= WORK TO BE COMPLETED =
In the data below, find every line with the word "disagree" and copy it.

[Collected data entries]
■ ■ ■ ■ ■ ■ ■

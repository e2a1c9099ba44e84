/**
 * Engle-Granger on a pair in both normalisations: a on b, and b on a. The two residuals are
 * different series, so in finite samples the two tests can disagree; when they do, the
 * evidence is borderline and the verdict says so rather than picking the convenient side.
 */
import { MooringInputError } from '../errors';
import { rejects } from '../result';
import { engleGranger, type EngleGrangerOptions, type EngleGrangerResult } from './engle-granger';
import { formatPValue, levelText } from './wording';

export interface BothWaysOptions extends EngleGrangerOptions {
  /** Significance level of the verdict (default 0.05). */
  alpha?: number;
}

export interface EngleGrangerBothWays {
  /** a regressed on b. */
  aOnB: EngleGrangerResult;
  /** b regressed on a. */
  bOnA: EngleGrangerResult;
  alpha: number;
  /** True when both normalisations reach the same decision at alpha. */
  agree: boolean;
  verdict: string;
}

export function engleGrangerBothWays(
  a: ArrayLike<number>,
  b: ArrayLike<number>,
  options: BothWaysOptions = {},
  names: { a?: string; b?: string } = {},
): EngleGrangerBothWays {
  const alpha = options.alpha ?? 0.05;
  if (!(alpha > 0 && alpha < 0.5)) throw new MooringInputError(`The significance level must lie between 0 and 0.5; got ${alpha}.`);
  const nameA = names.a ?? 'a';
  const nameB = names.b ?? 'b';
  const testOptions: EngleGrangerOptions = { deterministic: options.deterministic, lags: options.lags, maxLags: options.maxLags };
  const aOnB = engleGranger(a, [b], testOptions, { y: nameA, xs: [nameB] });
  const bOnA = engleGranger(b, [a], testOptions, { y: nameB, xs: [nameA] });
  const rejectA = rejects(aOnB.test, alpha);
  const rejectB = rejects(bOnA.test, alpha);
  const agree = rejectA === rejectB;
  const level = levelText(alpha);
  const pa = `${formatPValue(aOnB.test.pValue)} for ${nameA} on ${nameB}`;
  const pb = `${formatPValue(bOnA.test.pValue)} for ${nameB} on ${nameA}`;
  let verdict: string;
  if (rejectA && rejectB) {
    verdict = `${nameA} and ${nameB} are cointegrated at the ${level} level whichever side is regressed on the other (${pa}, ${pb}).`;
  } else if (rejectA === false && rejectB === false) {
    verdict = `No evidence at the ${level} level that ${nameA} and ${nameB} are cointegrated, either way round (${pa}, ${pb}).`;
  } else {
    const [yes, no] = rejectA ? [pa, pb] : [pb, pa];
    verdict = `The two directions disagree at the ${level} level: no cointegration is rejected with ${yes} but not with ${no}; treat the evidence as borderline.`;
  }
  return { aOnB, bOnA, alpha, agree, verdict };
}
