/**
 * Numbers inside the engine's plain-words verdicts. Renderers format the result fields
 * themselves; these are only for the sentences the engine writes.
 */
import { pValueBoundText, type PValueBound } from '../p-value-bound';

/** Four significant digits, trailing zeros dropped: 1.023, 0.0612, 13.51. */
export function formatCoefficient(v: number): string {
  if (!Number.isFinite(v)) return v > 0 ? 'infinity' : v < 0 ? 'minus infinity' : 'not a number';
  return String(Number(v.toPrecision(4)));
}

/**
 * A p-value for a sentence: "p = 0.031", "p < 0.001", or "no p-value" when none exists; a
 * bounded one (a table's end) as "p < 0.01" or "p > 0.10".
 */
export function formatPValue(p: number | null, bound?: PValueBound): string {
  const bounded = pValueBoundText(p, bound);
  if (bounded !== null) return `p ${bounded}`;
  if (p === null) return 'no p-value';
  if (p < 0.001) return 'p < 0.001';
  return `p = ${Number(p.toPrecision(2))}`;
}

/** A significance level as a percentage: 0.05 -> "5%". */
export function levelText(alpha: number): string {
  return `${Math.round(alpha * 1000) / 10}%`;
}

/** "a and b", "a, b and c". */
export function listText(items: readonly string[]): string {
  return items.length <= 1 ? (items[0] ?? '') : `${items.slice(0, -1).join(', ')} and ${items[items.length - 1]}`;
}

/** A number of periods for a sentence: one decimal below 10, whole above ("6.8 days", "11 days"). */
export function formatPeriods(v: number, period: string): string {
  const shown = v < 10 ? Math.round(v * 10) / 10 : Math.round(v);
  return `${shown} ${period}${shown === 1 ? '' : 's'}`;
}

/** A speed of adjustment as the share of a gap closed each period: -0.062 -> "6.2%". */
export function formatShareClosed(speed: number): string {
  return `${Number((-speed * 100).toPrecision(2))}%`;
}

■ ■ ■ ■ ■ ■ ■

= OUTPUT OF THE TASK =
 * different series, so in finite samples the two tests can disagree; when they do, the
    verdict = `The two directions disagree at the ${level} level: no cointegration is rejected with ${yes} but not with ${no}; treat the evidence as borderline.`;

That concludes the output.